*Required action*
Whenever a line of the records below contains the word "scopes", copy that line.

(Dataset records begins)

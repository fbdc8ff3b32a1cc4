import request from "supertest"
import { afterAll, beforeAll, expect, it } from "vitest"
import { closePools } from "@/db"
import { type LoggedCall, listCalls } from "@/lib/usage"
import { createTestAccount } from "../support/account"
import { stack, takeSettings } from "../support/stack"

beforeAll(takeSettings)
afterAll(closePools)

it("the request log gives each call once, page by page, also where a client sends one id on all of them", async () => {
  const account = await createTestAccount()
  const { secret } = await account.key()
  const water = { ph: 6.8, kh_dkh: 4 }
  const post = (path: string, body: object) =>
    request(stack().appUrl)
      .post(`/api/v1${path}`)
      .set("authorization", `Bearer ${secret}`)
      .set("x-request-id", "always-the-same")
      .send(body)
  await Promise.all(Array.from({ length: 6 }, () => post("/carbonate/co2", water).expect(200)))
  const calls = ["/carbonate/co2", "/carbonate/ph", "/carbonate/co2"].map((path, index) => ({
    id: `${index}`,
    path,
    body: path.endsWith("ph") ? { co2_mg_l: 30, kh_dkh: 4 } : water,
  }))
  await post("/batch", { calls }).expect(200)

  const seen: LoggedCall[] = []
  let before: LoggedCall | undefined
  for (let page = 0; page < 20; page++) {
    const found: LoggedCall[] = await listCalls({ ctx: account.ctx, input: { limit: 2, before } })
    seen.push(...found)
    before = found.at(-1)
    if (!before) break
  }
  expect(seen.reduce((sum, { calls }) => sum + calls, 0)).toBe(9)
  expect(new Set(seen.map(({ id }) => id)).size).toBe(seen.length)
  const instants = seen.map(({ exact_at }) => exact_at)
  expect(instants).toEqual([...instants].sort().reverse())
})

it("refusals under one client id at the same time do not keep each other, or anybody else's, out of the log", async () => {
  const [one, other] = [await createTestAccount(), await createTestAccount()]
  const refuse = async (account: typeof one, id: string) => {
    const { secret } = await account.key()
    return request(stack().appUrl)
      .post("/api/v1/carbonate/co2")
      .set("authorization", `Bearer ${secret}`)
      .set("x-request-id", id)
      .send({ ph: 66, kh_dkh: 4 })
      .expect(422)
  }
  await Promise.all([...Array.from({ length: 8 }, () => refuse(one, "the-same")), refuse(other, "another")])
  const loggedOf = ({ ctx }: typeof one) => listCalls({ ctx, input: { limit: 20, outcome: "refused" } })
  await expect.poll(async () => (await loggedOf(other)).length, { timeout: 5_000 }).toBe(1)
  expect((await loggedOf(one)).length).toBeGreaterThan(0)
})
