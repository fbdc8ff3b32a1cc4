import { readdirSync, readFileSync } from "node:fs"
import path from "node:path"
import { afterAll, beforeAll, describe, expect, it } from "vitest"
import { registry } from "@/app/api/v1/registry"
import { asWorker, closePools, type Role, withoutTenant } from "@/db"
import { openSession } from "@/lib/accounts"
import { type AnyOperation, scopes } from "@/lib/api/define-operation"
import { createItem } from "@/lib/catalog"
import { requestExport } from "@/lib/exports"
import { type IdKind, newId } from "@/lib/id"
import { createReport } from "@/lib/reports"
import { invite } from "@/lib/team"
import { createEndpoint, listDeliveries, sendTestEvent } from "@/lib/webhooks"
import { createWidget } from "@/lib/widgets"
import { createMember, newAddress, visitor } from "../support/people"
import { stack, takeSettings } from "../support/stack"
import { createSubscriber, type Subscriber } from "../support/subscriber"

// PLATFORM 5.12: every route, every id, every role, with the ids of another account. The answer is that of an id which
// never existed, word for word. A route or an id that the walk does not know fails it.

const root = path.resolve(import.meta.dirname, "../..")
const roles = ["owner", "developer", "merchandiser", "viewer"] as const

/** Where an id in an address comes from: its kind, and one of the other account. */
const idKinds: Readonly<Record<string, IdKind>> = {
  key_id: "key",
  item_id: "catalog_item",
  report_id: "report",
  enquiry_id: "enquiry",
  endpoint_id: "webhook_endpoint",
  delivery_id: "webhook_delivery",
  widget_id: "widget",
  invitation_id: "invitation",
  export_id: "export",
  user_id: "user",
}

/** What a route wants besides ids, where an empty body would be refused before anybody looked for the id. */
const bodies: Readonly<Record<string, object>> = {
  "POST keys/[key_id]/rotate": { overlap_h: 24 },
  "POST reports/[report_id]/send": { email: "guest@fernhollow.test" },
  "PATCH team/members/[user_id]": { role: "viewer" },
  "PATCH catalog/[item_id]": { name: "Another name" },
  "PATCH webhooks/[endpoint_id]": { events: ["key.revoked"] },
}

interface Route {
  readonly method: string
  /** Below the folder it was read from, as `keys/[key_id]/revoke`. */
  readonly path: string
}

const portalRoutes = routesBelow("app/api/portal/[account]", "route.ts")
const portalPages = routesBelow("app/portal/[account]", "page.tsx")
const adminRoutes = routesBelow("app/api/admin", "route.ts")
/** Of no account: whoever is signed in asks about themselves, or nobody is. */
const ofNoAccount = /^(auth|person|stripe|withdraw|v1|admin|portal\/\[account\])\//

let other: Subscriber
let own: Subscriber
let ownKey: string
const foreign: Record<string, string> = {}
const cookies = {} as Record<Role, string>

beforeAll(async () => {
  takeSettings()
  other = await createSubscriber({ plan: "brand" })
  own = await createSubscriber({ plan: "brand" })
  await fill(other)
  ownKey = (await own.key({ scopes: [...scopes] })).secret
  for (const role of roles) {
    const { person } = await createMember(own.ctx.account_id, role)
    const { token } = await withoutTenant((trx) => openSession(trx, visitor(), person))
    cookies[role] = `tarn-session=${token}`
  }
})

afterAll(closePools)

/** One of each thing that has an id. */
async function fill(account: Subscriber): Promise<void> {
  const ctx = account.as("owner")
  const { key } = await account.key()
  const item = await createItem({
    ctx,
    input: { kind: "filter", name: "Canister", attributes: { max_flow_l_h: 1000, max_head_m: 1.6 } },
  })
  const answer = {
    result: {},
    uncertainty: {},
    cautions: [],
    assumptions: [],
    method: { name: "", version: "", sources: [] },
    input: {},
  }
  const report = await createReport({
    ctx,
    input: { kind: "carbonate_co2", input: {}, answer, charge: () => Promise.resolve() },
  })
  const endpoint = await createEndpoint({
    ctx,
    input: { url: "http://127.0.0.1:9/hook", events: ["key.revoked"] },
  })
  await sendTestEvent({ ctx, input: { endpoint_id: endpoint.id } })
  const [delivery] = await listDeliveries({ ctx, input: { endpoint_id: endpoint.id, limit: 1 } })
  const widget = await createWidget({
    ctx,
    input: { calculator: "co2-level", name: "Level", origins: ["https://shop.example"] },
  })
  const invitation = await invite({ ctx, input: { email: newAddress(), role: "viewer" } })
  const dataExport = await requestExport({ ctx })
  const enquiry_id = newId("enquiry")
  await asWorker((trx) =>
    trx
      .insertInto("enquiry")
      .values({
        account_id: ctx.account_id,
        id: enquiry_id,
        widget_id: widget.id,
        page_origin: "https://shop.example",
        language: "en",
        name: "Guest",
        email: "guest@fernhollow.test",
        message: "Which reactor?",
        tank: null,
        consent_version: "test",
        consent_wording: "test",
        consented_at: ctx.now,
        created_at: ctx.now,
        erased_at: null,
        erased_by: null,
      })
      .execute(),
  )
  Object.assign(foreign, {
    key_id: key.id,
    item_id: item.id,
    report_id: report.id,
    enquiry_id,
    endpoint_id: endpoint.id,
    delivery_id: delivery?.id,
    widget_id: widget.id,
    invitation_id: invitation.id,
    export_id: dataExport.id,
    user_id: ctx.actor.id,
  })
}

describe("the walk", () => {
  it("knows every id in an address, and has one of the other account", () => {
    const names = [...portalRoutes, ...portalPages].flatMap(({ path }) =>
      [...path.matchAll(/\[(\w+)\]/g)].map(([, name]) => name ?? ""),
    )
    const inApi = registry.flatMap(({ path }) =>
      [...path.matchAll(/\{(\w+)\}/g)].map(([, name]) => name ?? ""),
    )
    expect([...new Set([...names, ...inApi])].filter((name) => !(name in idKinds))).toEqual([])
    expect(Object.keys(idKinds).filter((name) => !foreign[name])).toEqual([])
  })

  it("takes in every route of the application", () => {
    const all = routesBelow("app/api", "route.ts").map(({ path }) => `${path}/`)
    expect(all.filter((each) => !ofNoAccount.test(each))).toEqual([])
    expect(portalRoutes.length).toBeGreaterThan(20)
    expect(portalPages.length).toBeGreaterThan(10)
  })
})

describe("the API", () => {
  const withIds = registry.filter(({ access, path }) => access.kind === "key" && path.includes("{"))

  it.each(withIds.map((operation) => [operation.id, operation] as const))(
    "%s answers for another account's id as for one that never was",
    async (_, operation) => {
      const theirs = await callApi(operation, (name) => foreign[name] ?? "")
      const nobodys = await callApi(operation, never)
      expect(theirs.status).toBe(404)
      expect(theirs).toEqual(nobodys)
    },
  )

  it("lists nothing of another account", async () => {
    const lists = registry.filter(
      ({ access, path, method }) => access.kind === "key" && method === "GET" && !path.includes("{"),
    )
    for (const operation of lists) {
      const { said } = await callApi(operation, never)
      for (const [name, id] of Object.entries(foreign))
        expect(said, `${operation.id} ${name}`).not.toContain(id)
    }
  })
})

describe.each(roles)("a %s of one account, in the portal", (role) => {
  it("finds another account no more than one that never was", async () => {
    for (const route of portalRoutes) {
      const theirs = await callPortal(role, route, other.slug, (name) => foreign[name] ?? "")
      const nobodys = await callPortal(role, route, "no-such-account", never)
      expect(theirs.status, `${route.method} ${route.path}`).toBe(404)
      expect(theirs, `${route.method} ${route.path}`).toEqual(nobodys)
    }
  })

  it("finds another account's things in their own no more than what never was", async () => {
    for (const route of portalRoutes.filter(({ path }) => path.includes("["))) {
      const theirs = await callPortal(role, route, own.slug, (name) => foreign[name] ?? "")
      const nobodys = await callPortal(role, route, own.slug, never)
      expect([403, 404], `${route.method} ${route.path}: ${theirs.said}`).toContain(theirs.status)
      if (role === "owner") expect(theirs.status, `${route.method} ${route.path}: ${theirs.said}`).toBe(404)
      expect(theirs, `${route.method} ${route.path}`).toEqual(nobodys)
    }
  })

  it("sees no page of another account, nor of its things", async () => {
    for (const { path } of portalPages) {
      const page = (slug: string, id: (name: string) => string) =>
        fetch(`${stack().appUrl}/portal/${slug}/${withIds(path, id)}`.replace(/\/$/, ""), {
          headers: { cookie: cookies[role] },
          redirect: "manual",
        })
      const theirs = await page(other.slug, (name) => foreign[name] ?? "")
      expect(theirs.status, path).toBe(404)
      if (!path.includes("[")) continue
      const inOwn = await page(own.slug, (name) => foreign[name] ?? "")
      expect([403, 404], path).toContain(inOwn.status)
      expect(inOwn.status, path).toBe((await page(own.slug, never)).status)
    }
  })

  it("has no admin area", async () => {
    for (const { method, path } of adminRoutes) {
      const response = await fetch(`${stack().appUrl}/api/admin/${withIds(path, never)}`, {
        method,
        headers: { cookie: cookies[role], origin: stack().appUrl, "content-type": "application/json" },
        ...(method !== "GET" && { body: "{}" }),
      })
      expect(response.status, `${method} ${path}`).toBe(404)
    }
  })
})

/** An id of the right form that nothing has. */
function never(name: string): string {
  const kind = idKinds[name]
  return kind ? newId(kind) : "none"
}

function withIds(address: string, id: (name: string) => string): string {
  return address.replace(/\[(\w+)\]|\{(\w+)\}/g, (_, one?: string, two?: string) => id(one ?? two ?? ""))
}

interface Said {
  readonly status: number
  /** The body without what differs from call to call: the request's id, and the ids that were asked for. */
  readonly said: string
}

async function saidBy(response: Response, ids: readonly string[]): Promise<Said> {
  const text = await response.text()
  const plain = text.replace(/"instance":"[^"]*"/, '"instance":""')
  return { status: response.status, said: ids.reduce((said, id) => said.replaceAll(id, "…"), plain) }
}

async function callApi(operation: AnyOperation, id: (name: string) => string): Promise<Said> {
  const { method, path, example, csv } = operation
  const used: string[] = []
  const address = withIds(path, (name) => {
    used.push(id(name))
    return used.at(-1) ?? ""
  })
  const names = [...path.matchAll(/\{(\w+)\}/g)].map(([, name]) => name)
  const body = Object.fromEntries(
    Object.entries(example.request as object).filter(([name]) => !names.includes(name)),
  )
  const query = method === "GET" || method === "DELETE" ? `?${new URLSearchParams(body)}` : ""
  const response = await fetch(`${stack().appUrl}/api/v1${address}${query}`, {
    method,
    headers: { authorization: `Bearer ${ownKey}`, "content-type": csv ? "text/csv" : "application/json" },
    ...(query === "" && { body: JSON.stringify(body) }),
  })
  return saidBy(response, used)
}

async function callPortal(
  role: Role,
  { method, path }: Route,
  slug: string,
  id: (name: string) => string,
): Promise<Said> {
  const used: string[] = []
  const address = withIds(path, (name) => {
    used.push(id(name))
    return used.at(-1) ?? ""
  })
  const response = await fetch(`${stack().appUrl}/api/portal/${slug}/${address}`, {
    method,
    headers: {
      cookie: cookies[role],
      origin: stack().appUrl,
      "sec-fetch-site": "same-origin",
      "content-type": "application/json",
    },
    ...(method !== "GET" && { body: JSON.stringify(bodies[`${method} ${path}`] ?? {}) }),
  })
  return saidBy(response, [...used, slug])
}

/** What a folder of the App Router answers: each exported method of a route, or the GET of a page. */
function routesBelow(folder: string, file: string): Route[] {
  return readdirSync(path.join(root, folder), { recursive: true, encoding: "utf8" })
    .filter((found) => path.basename(found) === file)
    .flatMap((found) => {
      const below = path.dirname(found) === "." ? "" : path.dirname(found)
      if (file === "page.tsx") return [{ method: "GET", path: below }]
      const source = readFileSync(path.join(root, folder, found), "utf8")
      const methods = [...source.matchAll(/export (?:const|async function) (GET|POST|PATCH|DELETE)/g)]
      const mounted = /export const \{ GET/.test(source) ? [{ method: "GET", path: below }] : []
      return [...mounted, ...methods.map(([, method = ""]) => ({ method, path: below }))]
    })
}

(Dataset records ends)

*Answer to this problem*
import { type AnyOperation, scopes } from "@/lib/api/define-operation"
  ownKey = (await own.key({ scopes: [...scopes] })).secret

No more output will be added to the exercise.